In his comments at RAF Coningsby yesterday, King Charles addressed the problematic nature of the Allied bombing campaign directed specifically against German cities:
“We’re criticized by people who would not have come into existence if we had lost the war,” he said, accurately.
He continued: “And this is the most important thing, the objective of Bomber Command was to destroy the German capability of attacking us, that, and nothing more. We weren’t interested in killing civilians, we were only interested in destroying their cities that were producing armaments and other weapons to be used against us. And by and large, I think Bomber Command did a very good job.”

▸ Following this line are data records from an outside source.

import { mkdtempSync, rmSync } from 'node:fs';
import { tmpdir } from 'node:os';
import { join } from 'node:path';
import * as XLSX from 'xlsx';
import { afterAll, afterEach, beforeAll, describe, expect, it } from 'vitest';
import { database } from '../../server/lib/database.js';
import { setUploadDir } from '../../server/lib/uploads.js';
import { intakeTestHooks } from '../../server/intake/service.js';
import { ImportBatch, Motor, type Organization, type Site } from '../../server/models/index.js';
import { IMPORT_FIELD_INFO } from '../../server/shared/intake.js';
import { createOrganization, createSite, createUser, signIn, startTestApp, type TestContext } from '../support/api.js';

let context: TestContext;
let organization: Organization;
let site: Site;
let session: Awaited<ReturnType<typeof signIn>>;
let uploadDir: string;

type Cell = string | number | null;

/** The 200,000-row file and the 5,000-row commit take seconds on an idle machine, much longer on a loaded one. */
const HEAVY_TEST_MS = 180_000;

function xlsxOf(rows: Cell[][], sheetName = 'Motors'): Buffer {
  const workbook = XLSX.utils.book_new();
  XLSX.utils.book_append_sheet(workbook, XLSX.utils.aoa_to_sheet(rows), sheetName);
  return XLSX.write(workbook, { type: 'buffer', bookType: 'xlsx', compression: true }) as Buffer;
}

function upload(agent: typeof session, file: Buffer, siteId: number, fileName = 'motors.xlsx', mapping?: Record<string, string | null>) {
  const request = agent.post('/api/imports').field('siteId', String(siteId));
  if (mapping) request.field('mapping', JSON.stringify(mapping));
  return request.attach('file', file, fileName);
}

/** Everything an import could have changed, for "the database is unchanged" checks. */
async function snapshot(organizationId: number) {
  const [motors] = await database().query(`SELECT * FROM motors WHERE organization_id = ${organizationId} ORDER BY id`);
  const [counts] = await database().query(
    `SELECT (SELECT count(*) FROM import_batches WHERE organization_id = ${organizationId}) AS batches,
            (SELECT count(*) FROM import_rows r JOIN import_batches b ON b.id = r.batch_id WHERE b.organization_id = ${organizationId}) AS rows,
            (SELECT count(*) FROM audit_logs WHERE organization_id = ${organizationId} AND entity = 'motor') AS audits`,
  );
  return { motors, counts };
}

const cleanHeader = IMPORT_FIELD_INFO.map((info) => info.label);
function cleanRow(index: number, powerKw = 7.5): Cell[] {
  const values: Record<string, Cell> = {
    tag: `CL-${String(index).padStart(3, '0')}`,
    description: `Pump ${index}`,
    area: 'Intake',
    application: 'pump',
    ratedPowerKw: powerKw,
    speedRpm: 1460,
    poles: 4,
    voltageV: 400,
    frequencyHz: 50,
    ratedCurrentA: 14.2,
    efficiencyClass: 'IE3',
    nameplateEfficiencyPct: 91.2,
    powerFactor: 0.82,
    frame: '132M',
    enclosure: 'IP55',
    manufacturer: 'Example Motors',
    yearInstalled: 2012,
    rewinds: 0,
    controlMethod: 'DOL',
    hoursPerYear: 6000,
    loadFactor: 0.75,
    dutyProfile: '0.5:2000; 0.8:4000',
    status: 'in service',
    notes: null,
  };
  return IMPORT_FIELD_INFO.map((info) => values[info.field] ?? null);
}

beforeAll(async () => {
  uploadDir = mkdtempSync(join(tmpdir(), 'statorline-uploads-'));
  setUploadDir(uploadDir);
  context = await startTestApp();
  organization = await createOrganization();
  site = await createSite(organization, { name: 'Dairy plant' });
  session = await signIn(context.app, await createUser(organization, 'engineer'));
});
afterAll(async () => {
  await context.close();
  rmSync(uploadDir, { recursive: true, force: true });
});
afterEach(() => {
  delete intakeTestHooks.afterCommitStep;
});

While there’s no doubt that Bomber Command made a very significant contribution to winning World War II, it came at the cost of not only more than 50,000 of the command’s own aircrew, but also as many as 600,000 German civilians killed in bombing raids. Very clearly, war planners were interested in killing civilians. As for the parts of Hamburg specifically targeted in July 1943, they were not chosen for “producing armaments and other weapons,” but because they housed civilian workers and their families.
The moral implications of this and similar decisions, and the question of how this bombing campaign affected the course of the war, should not be ignored.
The 80th anniversary of Operation Gomorrah is perhaps as good a time as any to revisit this less palatable part of Bomber Command’s history and finally look at it in a more balanced way.